WORK REQUIRED: Please find the lines in the following records that hold "members", and copy them.

RECORDS SUPPLIED:
impl Scan<'_> {
    fn g_false(&self, t: u32) -> bool {
        matches!(self.pos.get(t as usize), Some(Some(p)) if p.g == Lit::FALSE)
    }

    fn all_g_false(&self, lo: u32, hi: u32) -> bool {
        (lo..=hi).all(|t| self.g_false(t))
    }

    /// Canonical form: the generate range extended down over FALSE generates, a propagate
    /// part directly above it absorbed when its generates are all FALSE.
    fn canon(&self, t: Term) -> Term {
        match t {
            Term::P { .. } => t,
            Term::Pg { mut p, gh, mut gl } => {
                while gl > 0 && self.g_false(gl - 1) {
                    gl -= 1;
                }
                let mut gh = gh;
                if let Some((ph, pl)) = p {
                    if pl == gh + 1 && self.all_g_false(pl, ph) {
                        gh = ph;
                        p = None;
                    }
                }
                Term::Pg { p, gh, gl }
            }
        }
    }

    fn and_rule(&self, a: Term, b: Term) -> Option<Term> {
        match (a, b) {
            (Term::P { hi, lo }, Term::P { hi: h2, lo: l2 }) => {
                touching((hi, lo), (h2, l2)).map(|(hi, lo)| Term::P { hi, lo })
            }
            (Term::P { hi, lo }, Term::Pg { p, gh, gl })
            | (Term::Pg { p, gh, gl }, Term::P { hi, lo }) => {
                let merged = match p {
                    None => (hi, lo),
                    Some(q) => touching((hi, lo), q)?,
                };
                (merged.1 > gh).then(|| {
                    self.canon(Term::Pg {
                        p: Some(merged),
                        gh,
                        gl,
                    })
                })
            }
            _ => None,
        }
    }

    fn or_rule(&self, a: Term, b: Term) -> Option<Term> {
        let (Term::Pg { p: pa, gh: ga, .. }, Term::Pg { p: pb, gh: gb, .. }) = (a, b) else {
            return None;
        };
        // Both adjacent (no gap under the propagate part), under the same top.
        let top = |p: Option<(u32, u32)>, gh: u32| match p {
            None => Some(gh),
            Some((ph, pl)) => (pl == gh + 1).then_some(ph),
        };
        let (ta, tb) = (top(pa, ga)?, top(pb, gb)?);
        if ta != tb || ga == gb {
            return None;
        }
        let (up, low) = if ga > gb { (a, b) } else { (b, a) };
        let (Term::Pg { p, gh, gl: ul }, Term::Pg { gh: lg, gl: ll, .. }) = (up, low) else {
            return None;
        };
        // G(gh, ul) = G(gh, lg + 1) when the generates of ul..=lg are FALSE.
        if ul > lg + 1 || (ul <= lg && !self.all_g_false(ul, lg)) {
            return None;
        }
        Some(self.canon(Term::Pg { p, gh, gl: ll }))
    }

    /// Value of a literal: (complemented, term).
    fn eval(&mut self, root: Lit) -> Option<(bool, Term)> {
        if let Some(v) = self.lit_value(root) {
            return v;
        }
        // Post-order over the AND nodes without a value yet.
        let mut stack = vec![(root.node(), false)];
        while let Some((n, expanded)) = stack.pop() {
            if self.memo.contains_key(&n) {
                continue;
            }
            let Node::And(a, b) = self.aig.node(n) else {
                self.memo.insert(n, None);
                continue;
            };
            let (va, vb) = (self.lit_value(a), self.lit_value(b));
            match (va, vb) {
                (Some(va), Some(vb)) => {
                    let v = match (va, vb) {
                        (Some((false, x)), Some((false, y))) => {
                            self.and_rule(x, y).map(|t| (false, t))
                        }
                        (Some((true, x)), Some((true, y))) => self.or_rule(x, y).map(|t| (true, t)),
                        _ => None,
                    };
                    self.memo.insert(n, v);
                }
                _ => {
                    assert!(!expanded, "fan-ins evaluated before their node");
                    stack.push((n, true));
                    if va.is_none() {
                        stack.push((a.node(), false));
                    }
                    if vb.is_none() {
                        stack.push((b.node(), false));
                    }
                }
            }
        }
        self.lit_value(root).flatten()
    }

    /// The value of `l` if known (`Some(None)`: known to have none), `None` if its node is
    /// not evaluated yet.
    #[allow(clippy::option_option)]
    fn lit_value(&self, l: Lit) -> Option<Option<(bool, Term)>> {
        if let Some(&t) = self.base.get(&l) {
            return Some(Some((false, t)));
        }
        if let Some(&t) = self.base.get(&!l) {
            return Some(Some((true, t)));
        }
        if l.is_const() || !matches!(self.aig.node(l.node()), Node::And(..)) {
            return Some(None);
        }
        self.memo
            .get(&l.node())
            .map(|v| v.map(|(neg, t)| (neg ^ l.is_complemented(), t)))
    }

    /// The generate beside propagate `p`: the AND of the operands of its XOR, if the graph
    /// has it (FALSE otherwise).
    fn generate_of(&self, p: Lit) -> Lit {
        xor_pair(self.aig, p)
            .and_then(|(x, y)| {
                self.aig
                    .find_and(x, y)
                    .or_else(|| self.aig.find_and(!x, !y))
            })
            .unwrap_or(Lit::FALSE)
    }

    /// A chain start with a carry-in of 1 (a subtractor's a + ~b + 1): the bit is NOT p, and
    /// the carry out of the position, g | p, is in the graph; it takes the place of g.
    fn carry_in_start(&self, bit: Lit) -> Option<(Lit, Lit)> {
        let p = !bit;
        let (x, y) = xor_pair(self.aig, p)?;
        [self.aig.find_and(x, y), self.aig.find_and(!x, !y)]
            .into_iter()
            .flatten()
            .find_map(|g| self.aig.find_and(!g, !p).map(|n| !n))
            .filter(|c| !c.is_const())
            .map(|c| (p, c))
    }

    /// Define position k with propagate `p` and generate `g`.
    fn define(&mut self, k: u32, p: Lit, g: Lit) {
        while self.pos.len() <= k as usize {
            self.pos.push(None);
        }
        let own_p = !self.base.contains_key(&p);
        if own_p {
            self.base.insert(p, Term::P { hi: k, lo: k });
        }
        let mut own_g = false;
        if g != Lit::FALSE && !g.is_const() && !self.base.contains_key(&g) {
            let t = Term::Pg {
                p: None,
                gh: k,
                gl: k,
            };
            // Canonical with the positions below (set first so that `canon` sees them).
            self.pos[k as usize] = Some(Pos { p, g, own_p, own_g });
            let t = self.canon(t);
            self.base.insert(g, t);
            own_g = true;
        }
        self.pos[k as usize] = Some(Pos { p, g, own_p, own_g });
    }

    /// Forget position k (its base literals and every value computed since).
    fn undefine(&mut self, k: u32) {
        if let Some(Some(pos)) = self.pos.get(k as usize).copied() {
            if pos.own_p {
                self.base.remove(&pos.p);
            }
            if pos.own_g {
                self.base.remove(&pos.g);
            }
        }
        if let Some(slot) = self.pos.get_mut(k as usize) {
            *slot = None;
        }
        self.memo.clear();
    }

    /// Bit k continuing the chain after all, with position k - 1 taken as a column of one bit
    /// (generate FALSE): its propagate may be an XOR whose operands' AND is in the graph without
    /// being the column's generate (a tree's half- or full-adder sum left alone in its column,
    /// as in the final rows of a Wallace squarer). Position k - 1 is restored when that does
    /// not help either.
    fn retry_without_generate(&mut self, k: u32, start: u32, bit: Lit) -> Option<Ext> {
        let prev = self.pos[(k - 1) as usize]?;
        if prev.g == Lit::FALSE {
            return None;
        }
        self.undefine(k - 1);
        self.define(k - 1, prev.p, Lit::FALSE);
        let ext = self.extend(k, start, bit);
        if ext.is_none() {
            self.undefine(k - 1);
            self.define(k - 1, prev.p, prev.g);
        }
        ext
    }

    /// Bit k continuing the chain started at `start`: `Sum(carry, p)` when the bit is
    /// p ^ carry with carry = G(k-1, start), `Out(carry)` when the bit itself is that carry.
    fn extend(&mut self, k: u32, start: u32, bit: Lit) -> Option<Ext> {
        let want = self.canon(Term::Pg {
            p: None,
            gh: k - 1,
            gl: start,
        });
        if let Some((x, y)) = xor_pair(self.aig, bit) {
            for (c, p) in [(x, y), (y, x)] {
                if let Some((neg, t)) = self.eval(c) {
                    if t == want {
                        return Some(Ext::Sum(c.xor_complement(neg), p.xor_complement(neg)));
                    }
                }
            }
        }
        match self.eval(bit) {
            Some((neg, t)) if t == want => Some(Ext::Out(bit.xor_complement(neg))),
            _ => None,
        }
    }
}
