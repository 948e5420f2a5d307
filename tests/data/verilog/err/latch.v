module m(input [1:0] s, input a, b, output reg y, output reg z);
  always @* begin
    z = 1'b0;
    case (s)
      2'd0: y = a;
      2'd1: y = b;
    endcase
  end
endmodule
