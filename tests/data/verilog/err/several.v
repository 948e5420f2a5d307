module m(input a, output y, output z);
  assign y = a ** 2;
  assign z = a === 1'bx;
  always @(a) y = a;
endmodule
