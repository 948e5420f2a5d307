module sub(input [3:0] a, output y);
  assign y = &a;
endmodule
module m(input [3:0] p, output q);
  sub u1(.a(p), .b(q));
  sub u2(p, q, p);
endmodule
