/// Refine `classes` until they are inductive; returns the number of refinements.
///
/// Each round first splits the groups with random states in which every group holds (bit-
/// parallel simulation, no solver), until two rounds split nothing; then it asks the solver,
/// miter by miter on the reduced logic, for a state where the groups hold and a group's next
/// values differ. One solver serves every round: it holds only the definitions of the reduced
/// logic (which reads representatives, never the members they replace, so every assignment is
/// a state where the groups hold), plus the miters it proved constant. Each counterexample
/// splits the groups together with 63 variants of it that keep the values of the miter's cone.
pub fn make_inductive(
    p: &mut Product,
    classes: &mut Classes,
    limits: &Limits,
) -> Result<usize, StopReason> {
    let at = state_index(p);
    let n_inputs = p.aig.num_inputs();
    // Every next-state function lies in the first `upto` nodes; reductions add nodes after.
    let upto = p.aig.len();
    let mut table = SimTable::default();
    let mut sat = Sat::new(limits);
    let mut ts = Tseitin::new();
    let mut seed = 0x5E9_1000u64;
    let mut refinements = 0;
    let (mut sim_refinements, mut calls, mut ctis) = (0usize, 0usize, 0usize);
    let start = std::time::Instant::now();
    loop {
        let mut quiet = 0;
        while quiet < QUIET_ROUNDS && !classes.groups.is_empty() {
            if limits.expired() {
                return Err(StopReason::Timeout);
            }
            seed += 1;
            let ins = random_words(n_inputs, SIM_WORDS, seed);
            if refine_by_states(p, &at, classes, ins, SIM_WORDS, upto, &mut table) {
                refinements += 1;
                sim_refinements += 1;
                quiet = 0;
            } else {
                quiet += 1;
            }
        }
        // The step miters on the reduced logic.
        let members: Vec<Lit> = classes.groups.iter().flatten().copied().collect();
        let nexts: Vec<Lit> = members.iter().map(|&m| next_of(p, &at, m)).collect();
        let reduced = reduce(p, classes, &nexts);
        let mut miters = Vec::new();
        let mut at_member = 0;
        for g in &classes.groups {
            let r = reduced[at_member];
            for k in 1..g.len() {
                let n = reduced[at_member + k];
                let x = p.aig.xor(r, n);
                if x != Lit::FALSE {
                    miters.push((g[0], g[k], x));
                }
            }
            at_member += g.len();
        }
        if log::log_enabled!(log::Level::Debug) {
            let side = |l: Lit| p.state[at[&l.node()]].side;
            let mut kinds: BTreeMap<&str, usize> = BTreeMap::new();
            for &(r, m, _) in &miters {
                let k = if r.is_const() {
                    "constant"
                } else if side(r) == side(m) {
                    "same design"
                } else {
                    "across designs"
                };
                *kinds.entry(k).or_default() += 1;
            }
            log::debug!("clocked: step miters by kind: {kinds:?}");
        }
        log::debug!(
            "clocked: {} groups of {} members, {} step miters left by structure, {} simulation refinements, {calls} SAT calls, {ctis} counterexamples, {:.2?}",
            classes.groups.len(),
            members.len(),
            miters.len(),
            sim_refinements,
            start.elapsed()
        );
        if miters.is_empty() {
            return Ok(refinements);
        }
        // A counterexample holds the groups of the round's start, hence also the finer groups
        // after a split, so the round goes on splitting with each one and skips pairs already
        // split apart; the next round starts from the finer groups.
        let mut group_of = group_index(classes);
        let mut refined = false;
        for (r, m, x) in miters {
            if !group_of.contains_key(&r) || group_of.get(&r) != group_of.get(&m) {
                continue;
            }
            let l = ts.lit(&p.aig, &mut sat, x);
            let scope = ts.cone_vars(&p.aig, &[x]);
            sat.set_scope(Some(&scope));
            calls += 1;
            match sat.solve(&[l]) {
                // False for every value of what the reduced logic reads: false in later rounds too.
                SatResult::Unsat => crate::sat::ClauseSink::clause(&mut sat, &[!l]),
                SatResult::Stopped(r) => return Err(r),
                SatResult::Sat => {
                    ctis += 1;
                    seed += 1;
                    // The model on the miter's cone in every run (so each run splits the
                    // miter's pair), random values elsewhere.
                    let mut ins = random_words(n_inputs, 1, seed);
                    for (k, w) in ins.iter_mut().enumerate() {
                        if let Some(v) = ts.var_of(p.aig.inputs()[k]) {
                            w[0] = if sat.value(v) { !0 } else { 0 };
                        }
                    }
                    if refine_by_states(p, &at, classes, ins, 1, upto, &mut table) {
                        group_of = group_index(classes);
                        refinements += 1;
                        refined = true;
                    }
                }
            }
        }
        if !refined {
            return Ok(refinements);
        }
    }
}

/// Split `classes` by the next-state values of the states `ins` (words per AIG input) after
/// setting every group member from its representative (constants to their value), so that
/// every group holds in every run: each run is then a state the step must keep the groups in.
/// Returns whether a group split.
#[allow(clippy::too_many_arguments)]
fn refine_by_states(
    p: &Product,
    at: &BTreeMap<u32, usize>,
    classes: &mut Classes,
    mut ins: Vec<Vec<u64>>,
    words: usize,
    upto: usize,
    table: &mut SimTable,
) -> bool {
    let pos_of = |n: u32| match p.aig.node(n) {
        Node::Input(k) => k as usize,
        _ => unreachable!("state bits are inputs"),
    };
    for g in &classes.groups {
        let rep: Vec<u64> = if g[0].is_const() {
            vec![if g[0] == Lit::TRUE { !0 } else { 0 }; words]
        } else {
            let m = g[0].complement_mask();
            ins[pos_of(g[0].node())].iter().map(|w| w ^ m).collect()
        };
        for &m in &g[1..] {
            if !m.is_const() {
                let k = pos_of(m.node());
                let mk = m.complement_mask();
                for (w, r) in ins[k].iter_mut().zip(&rep) {
                    *w = r ^ mk;
                }
            }
        }
    }
    simulate_prefix(&p.aig, &ins, words, upto, table);
    let next = |m: Lit| -> Vec<u64> {
        let n = next_of(p, at, m);
        (0..words).map(|w| table.lit_word(n, w)).collect()
    };
    let needs: Vec<bool> = classes
        .groups
        .iter()
        .map(|g| {
            let r = next(g[0]);
            g[1..].iter().any(|&m| next(m) != r)
        })
        .collect();
    if !needs.iter().any(|&b| b) {
        return false;
    }
    let mut out = Vec::new();
    for (g, need) in classes.groups.iter().zip(needs) {
        if !need {
            out.push(g.clone());
            continue;
        }
        let mut parts: BTreeMap<Vec<u64>, Vec<Lit>> = BTreeMap::new();
        for &m in g {
            parts.entry(next(m)).or_default().push(m);
        }
        let mut parts: Vec<Vec<Lit>> = parts.into_values().filter(|v| v.len() > 1).collect();
        parts.sort_by_key(|v| g.iter().position(|m| *m == v[0]));
        out.extend(parts);
    }
    classes.groups = out;
    true
}

/// Member -> number of its group.
fn group_index(classes: &Classes) -> BTreeMap<Lit, usize> {
    classes
        .groups
        .iter()
        .enumerate()
        .flat_map(|(k, g)| g.iter().map(move |&m| (m, k)))
        .collect()
}
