//! Combinational `always` blocks: symbolic execution of blocking assignments, `if`, `case`/`casez` and
//! constant-bound `for` loops; a variable left unassigned on some path is a latch error.

use super::super::bits;
use super::super::context::{BitState, Env, EvalContext};
use super::super::{span, Elaborator, Sym, Symbol, MAX_LOOP, MAX_WIDTH};
use super::coverage::{self, Coverage};
use crate::aig::Lit;
use crate::front::verilog::ast::{
    Always, CaseStmt, Expr, ForStmt, NetType, Qualifier, Select, Sensitivity, Stmt,
};
use crate::front::verilog::lexer::{B0, B1};
use crate::front::verilog::pos::Pos;
use std::collections::BTreeMap;

/// One assignment target bit: net and offset (`None` offset: outside the range, dropped).
pub type Target = (u32, Option<u32>);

ANSWER SPACE:
/// logic (which reads representatives, never the members they replace, so every assignment is
        let members: Vec<Lit> = classes.groups.iter().flatten().copied().collect();
        let nexts: Vec<Lit> = members.iter().map(|&m| next_of(p, &at, m)).collect();
            "clocked: {} groups of {} members, {} step miters left by structure, {} simulation refinements, {calls} SAT calls, {ctis} counterexamples, {:.2?}",
            members.len(),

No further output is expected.